Repeat the material exactly, leaving no line out.

▸ **Source information**:
__________

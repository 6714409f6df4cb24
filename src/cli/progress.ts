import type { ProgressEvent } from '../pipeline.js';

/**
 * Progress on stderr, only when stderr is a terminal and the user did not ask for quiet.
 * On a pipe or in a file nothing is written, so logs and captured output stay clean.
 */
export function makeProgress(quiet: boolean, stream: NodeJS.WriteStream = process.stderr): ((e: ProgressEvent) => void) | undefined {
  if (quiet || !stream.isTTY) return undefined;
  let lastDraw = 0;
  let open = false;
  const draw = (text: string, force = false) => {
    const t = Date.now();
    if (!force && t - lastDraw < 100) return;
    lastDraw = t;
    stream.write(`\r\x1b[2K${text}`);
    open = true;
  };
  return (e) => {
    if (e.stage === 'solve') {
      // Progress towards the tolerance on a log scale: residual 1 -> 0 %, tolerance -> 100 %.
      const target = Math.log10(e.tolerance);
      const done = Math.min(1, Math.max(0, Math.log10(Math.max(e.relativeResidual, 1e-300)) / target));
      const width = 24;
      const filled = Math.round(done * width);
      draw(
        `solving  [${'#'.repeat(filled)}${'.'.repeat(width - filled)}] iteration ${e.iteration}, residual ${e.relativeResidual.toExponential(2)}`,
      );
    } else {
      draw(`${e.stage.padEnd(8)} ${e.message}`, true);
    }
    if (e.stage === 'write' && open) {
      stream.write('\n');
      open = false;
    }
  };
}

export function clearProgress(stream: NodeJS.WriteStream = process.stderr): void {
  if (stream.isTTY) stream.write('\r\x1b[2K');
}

__________

▸ **Response box**:
repository 6714409f6df4cb24
filename src/cli/progress.ts
import type { ProgressEvent } from '../pipeline.js';

/**
 * Progress on stderr, only when stderr is a terminal and the user did not ask for quiet.
 * On a pipe or in a file nothing is written, so logs and captured output stay clean.
 */
export function makeProgress(quiet: boolean, stream: NodeJS.WriteStream = process.stderr): ((e: ProgressEvent) => void) | undefined {
  if (quiet || !stream.isTTY) return undefined;
  let lastDraw = 0;
  let open = false;
  const draw = (text: string, force = false) => {
    const t = Date.now();
    if (!force && t - lastDraw < 100) return;
    lastDraw = t;
    stream.write(`\r\x1b[2K${text}`);
    open = true;
  };
  return (e) => {
    if (e.stage === 'solve') {
      // Progress towards the tolerance on a log scale: residual 1 -> 0 %, tolerance -> 100 %.
      const target = Math.log10(e.tolerance);
      const done = Math.min(1, Math.max(0, Math.log10(Math.max(e.relativeResidual, 1e-300)) / target));
      const width = 24;
      const filled = Math.round(done * width);
      draw(
        `solving  [${'#'.repeat(filled)}${'.'.repeat(width - filled)}] iteration ${e.iteration}, residual ${e.relativeResidual.toExponential(2)}`,
      );
    } else {
      draw(`${e.stage.padEnd(8)} ${e.message}`, true);
    }
    if (e.stage === 'write' && open) {
      stream.write('\n');
      open = false;
    }
  };
}

export function clearProgress(stream: NodeJS.WriteStream = process.stderr): void {
  if (stream.isTTY) stream.write('\r\x1b[2K');
}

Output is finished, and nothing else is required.